----- Exercise inputs

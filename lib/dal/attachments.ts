import 'server-only';
import { and, asc, eq, isNull } from 'drizzle-orm';
import { alias } from 'drizzle-orm/pg-core';
import type { Db, DbOrTx } from '@/db/client';
import { attachment, disputeCase, organisation, user, type CaseStatus } from '@/db/schema';
import type { Actor } from '@/lib/auth/actor';
import { can } from '@/lib/auth/permissions';
import { recordAudit } from '@/lib/audit/record';
import { AppError, invalidInput } from '@/lib/errors';
import { formatDateTime } from '@/lib/format/dates';
import type { AttachmentKind, EvidenceType } from '@/lib/evidence/kinds';
import { removeAttachmentSchema, type UploadMetadata } from '@/lib/evidence/schemas';
import { caseVisibility, isBlindFor } from './case-scope';
import { assertCaseNotSealed } from './decision-guard';
import { findVisibleCase } from './cases';
import { actorOfSession, liveSessionOf } from './sessions';

const remover = alias(user, 'remover');
const WITHDRAWN_MESSAGE = 'The dispute was withdrawn, so its file is closed: no evidence can be added or withdrawn.';

/** Why evidence may no longer change on a case in this state, or null while it may. */
export function closedReason(status: CaseStatus): string | null {
  if (status === 'withdrawn') return WITHDRAWN_MESSAGE;
  if (status === 'decided') return 'This case is decided and its record is sealed: no evidence can be added or withdrawn.';
  return null;
}

/**
 * Who a completed upload belongs to. The upload service calls back without the browser's cookies,
 * so the actor is rebuilt from the signed metadata our middleware wrote, and only while that
 * session is still live and the account still holds a role that may upload.
 */
export async function uploaderActor(db: DbOrTx, metadata: UploadMetadata, now = new Date()): Promise<Actor | null> {
  const row = await liveSessionOf(db, metadata, now);
  const actor = row ? actorOfSession(row) : null;
  return actor && actor.organisationId === metadata.organisationId ? actor : null;
}

/** For the upload middleware and again on completion: the actor may add evidence to this case now. */
export async function assertMayUpload(db: DbOrTx, actor: Actor, caseId: string) {
  // An outsider, or a role that cannot read cases, learns nothing about the case's existence.
  const found = await findVisibleCase(db, actor, caseId);
  if (!can(actor.role, 'evidence', 'upload')) throw new AppError('forbidden', 'Your role reads the evidence of a case but does not add to it.');
  const closed = closedReason(found.status);
  if (closed) throw new AppError('conflict', closed);
  return found;
}

export type NewAttachment = {
  caseId: string;
  kind: AttachmentKind;
  caption: string | null;
  fileName: string;
  contentType: EvidenceType;
  sizeBytes: number;
  sha256: string;
  storageKey: string;
  url: string;
  thumbnailKey: string | null;
};

/** The attachment already recorded for a stored file, if any: a repeated completion call is not a second file. */
export async function attachmentByStorageKey(db: DbOrTx, storageKey: string): Promise<{ id: string; fileName: string; sha256: string } | null> {
  const [row] = await db.select({ id: attachment.id, fileName: attachment.fileName, sha256: attachment.sha256 }).from(attachment).where(eq(attachment.storageKey, storageKey));
  return row ?? null;
}

/**
 * Records a checked file and its audit event in one transaction, on the locked case row, so a
 * decision or a withdrawal cannot land between the check and the insert.
 */
export async function insertAttachment(db: Db, actor: Actor, input: NewAttachment, context: { origin?: string } = {}): Promise<{ id: string }> {
  if (!can(actor.role, 'evidence', 'upload')) throw new AppError('forbidden', 'Your role reads the evidence of a case but does not add to it.');
  return db.transaction(async (tx) => {
    const [locked] = await tx
      .select({ id: disputeCase.id, status: disputeCase.status })
      .from(disputeCase)
      .where(and(eq(disputeCase.id, input.caseId), caseVisibility(actor)))
      .for('update');
    if (!locked) throw new AppError('not_found', 'That case was not found.');
    await assertCaseNotSealed(tx, locked.id);
    const closed = closedReason(locked.status);
    if (closed) throw new AppError('conflict', closed);

    const [row] = await tx
      .insert(attachment)
      .values({ ...input, uploadedBy: actor.userId, organisationId: actor.organisationId })
      .returning({ id: attachment.id });
    await recordAudit(
      tx,
      { actorUserId: actor.userId, actorOrganisationId: actor.organisationId, origin: context.origin },
      {
        action: 'evidence.uploaded',
        objectType: 'attachment',
        objectId: row.id,
        caseId: input.caseId,
        change: {
          kind: input.kind,
          detail: {
            fileName: input.fileName,
            caption: input.caption,
            contentType: input.contentType,
            sizeBytes: input.sizeBytes,
            sha256: input.sha256,
            storageKey: input.storageKey,
            thumbnailKey: input.thumbnailKey,
          },
        },
      },
    );
    return row;
  });
}

/** The board keeps every file, removed or not: it decides on the whole record. */
function keepsRemovedFiles(actor: Actor): boolean {
  return actor.role === 'arbiter';
}

/**
 * The evidence of a case the caller has already found visible, as the Case file shows it. Blind, the
 * laboratory sees only its own organisation's files (another party's lab sheet may show the intake
 * readings). A removed file stays listed, struck through, for everyone who could see it; only the
 * board may still open it or its preview.
 */
export async function attachmentsOfCase(db: DbOrTx, actor: Actor, found: { id: string; status: CaseStatus; retestSubmittedAt: Date | null }) {
  const blind = isBlindFor(actor, found.retestSubmittedAt);
  const rows = await db
    .select({
      id: attachment.id,
      kind: attachment.kind,
      caption: attachment.caption,
      fileName: attachment.fileName,
      contentType: attachment.contentType,
      sizeBytes: attachment.sizeBytes,
      sha256: attachment.sha256,
      createdAt: attachment.createdAt,
      removedAt: attachment.removedAt,
      removalReason: attachment.removalReason,
      removedByName: remover.name,
      uploaderName: user.name,
      organisationId: attachment.organisationId,
      organisation: organisation.name,
      thumbnailKey: attachment.thumbnailKey,
    })
    .from(attachment)
    .innerJoin(user, eq(user.id, attachment.uploadedBy))
    .innerJoin(organisation, eq(organisation.id, attachment.organisationId))
    .leftJoin(remover, eq(remover.id, attachment.removedBy))
    .where(and(eq(attachment.caseId, found.id), blind ? eq(attachment.organisationId, actor.organisationId) : undefined))
    .orderBy(asc(attachment.createdAt), asc(attachment.id));
  const open = closedReason(found.status) === null;
  const mayUpload = can(actor.role, 'evidence', 'upload');
  return rows.map(({ thumbnailKey, ...row }) => {
    const readable = row.removedAt === null || keepsRemovedFiles(actor);
    return {
      ...row,
      downloadable: readable,
      hasThumbnail: readable && thumbnailKey !== null,
      // A party withdraws only what its own organisation put in, and only while the case is open.
      removable: open && mayUpload && row.removedAt === null && row.organisationId === actor.organisationId,
    };
  });
}

export type CaseAttachment = Awaited<ReturnType<typeof attachmentsOfCase>>[number];

/**
 * The storage key behind a download link, after the same checks as the Case file: an outsider, a
 * blind laboratory asking for another party's file, or a malformed id all answer 404.
 */
export async function attachmentForDownload(db: DbOrTx, actor: Actor, caseId: string, attachmentId: string, variant: 'original' | 'thumbnail') {
  const found = await findVisibleCase(db, actor, caseId);
  if (!can(actor.role, 'evidence', 'read')) throw new AppError('not_found', 'That file was not found.');
  const blind = isBlindFor(actor, found.retestSubmittedAt);
  const [row] = await db
    .select({
      fileName: attachment.fileName,
      storageKey: attachment.storageKey,
      thumbnailKey: attachment.thumbnailKey,
      removedAt: attachment.removedAt,
      removerName: remover.name,
    })
    .from(attachment)
    .leftJoin(remover, eq(remover.id, attachment.removedBy))
    .where(and(eq(attachment.id, attachmentId), eq(attachment.caseId, found.id), blind ? eq(attachment.organisationId, actor.organisationId) : undefined));
  if (!row) throw new AppError('not_found', 'That file was not found.');
  if (row.removedAt && !keepsRemovedFiles(actor)) {
    throw new AppError('gone', `${row.fileName} was withdrawn from the case by ${row.removerName ?? 'its uploader'} on ${formatDateTime(row.removedAt)}; only the board can still open it.`);
  }
  const key = variant === 'thumbnail' ? row.thumbnailKey : row.storageKey;
  if (!key) throw new AppError('not_found', 'This file has no preview.');
  return { key, fileName: row.fileName };
}

/**
 * Withdraws a file from the case: nothing is deleted or overwritten. The row keeps the file with who
 * removed it, when and why, and the audit trail records the same.
 */
export async function removeAttachment(db: Db, actor: Actor, rawInput: unknown, context: { origin?: string; now?: Date } = {}) {
  const parsed = removeAttachmentSchema.safeParse(rawInput);
  if (!parsed.success) throw invalidInput(parsed.error);
  const { caseId, attachmentId, reason } = parsed.data;
  const now = context.now ?? new Date();
  return db.transaction(async (tx) => {
    const [locked] = await tx
      .select({ id: disputeCase.id, status: disputeCase.status, retestSubmittedAt: disputeCase.retestSubmittedAt })
      .from(disputeCase)
      .where(and(eq(disputeCase.id, caseId), caseVisibility(actor)))
      .for('update');
    if (!locked || !can(actor.role, 'case', 'read')) throw new AppError('not_found', 'That case was not found.');
    const blind = isBlindFor(actor, locked.retestSubmittedAt);
    const [file] = await tx
      .select({ id: attachment.id, kind: attachment.kind, fileName: attachment.fileName, sha256: attachment.sha256, organisationId: attachment.organisationId, removedAt: attachment.removedAt })
      .from(attachment)
      .where(and(eq(attachment.id, attachmentId), eq(attachment.caseId, locked.id), blind ? eq(attachment.organisationId, actor.organisationId) : undefined));
    if (!file) throw new AppError('not_found', 'That file was not found.');
    if (!can(actor.role, 'evidence', 'upload') || file.organisationId !== actor.organisationId) {
      throw new AppError('forbidden', 'Only the organisation that added a file can withdraw it.');
    }
    await assertCaseNotSealed(tx, locked.id);
    const closed = closedReason(locked.status);
    if (closed) throw new AppError('conflict', closed);
    if (file.removedAt) throw new AppError('conflict', `${file.fileName} was already withdrawn on ${formatDateTime(file.removedAt)}.`);

    const updated = await tx
      .update(attachment)
      .set({ removedAt: now, removedBy: actor.userId, removalReason: reason })
      .where(and(eq(attachment.id, file.id), isNull(attachment.removedAt)))
      .returning({ id: attachment.id });
    if (updated.length !== 1) throw new AppError('conflict', `${file.fileName} was withdrawn a moment ago by someone else.`);
    await recordAudit(
      tx,
      { actorUserId: actor.userId, actorOrganisationId: actor.organisationId, origin: context.origin, at: now },
      { action: 'evidence.removed', objectType: 'attachment', objectId: file.id, caseId: locked.id, change: { kind: file.kind, detail: { fileName: file.fileName, sha256: file.sha256, reason } } },
    );
    return { id: file.id, fileName: file.fileName, caseId: locked.id };
  });
}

----------

→ **The task**
From the opening line of the data above through the line that contains "const actor = row", please print each line as it stands and only those lines.

→ **Task solution**
filename lib/dal/attachments.ts
import 'server-only';
import { and, asc, eq, isNull } from 'drizzle-orm';
import { alias } from 'drizzle-orm/pg-core';
import type { Db, DbOrTx } from '@/db/client';
import { attachment, disputeCase, organisation, user, type CaseStatus } from '@/db/schema';
import type { Actor } from '@/lib/auth/actor';
import { can } from '@/lib/auth/permissions';
import { recordAudit } from '@/lib/audit/record';
import { AppError, invalidInput } from '@/lib/errors';
import { formatDateTime } from '@/lib/format/dates';
import type { AttachmentKind, EvidenceType } from '@/lib/evidence/kinds';
import { removeAttachmentSchema, type UploadMetadata } from '@/lib/evidence/schemas';
import { caseVisibility, isBlindFor } from './case-scope';
import { assertCaseNotSealed } from './decision-guard';
import { findVisibleCase } from './cases';
import { actorOfSession, liveSessionOf } from './sessions';

const remover = alias(user, 'remover');
const WITHDRAWN_MESSAGE = 'The dispute was withdrawn, so its file is closed: no evidence can be added or withdrawn.';

/** Why evidence may no longer change on a case in this state, or null while it may. */
export function closedReason(status: CaseStatus): string | null {
  if (status === 'withdrawn') return WITHDRAWN_MESSAGE;
  if (status === 'decided') return 'This case is decided and its record is sealed: no evidence can be added or withdrawn.';
  return null;
}

/**
 * Who a completed upload belongs to. The upload service calls back without the browser's cookies,
 * so the actor is rebuilt from the signed metadata our middleware wrote, and only while that
 * session is still live and the account still holds a role that may upload.
 */
export async function uploaderActor(db: DbOrTx, metadata: UploadMetadata, now = new Date()): Promise<Actor | null> {
  const row = await liveSessionOf(db, metadata, now);
  const actor = row ? actorOfSession(row) : null;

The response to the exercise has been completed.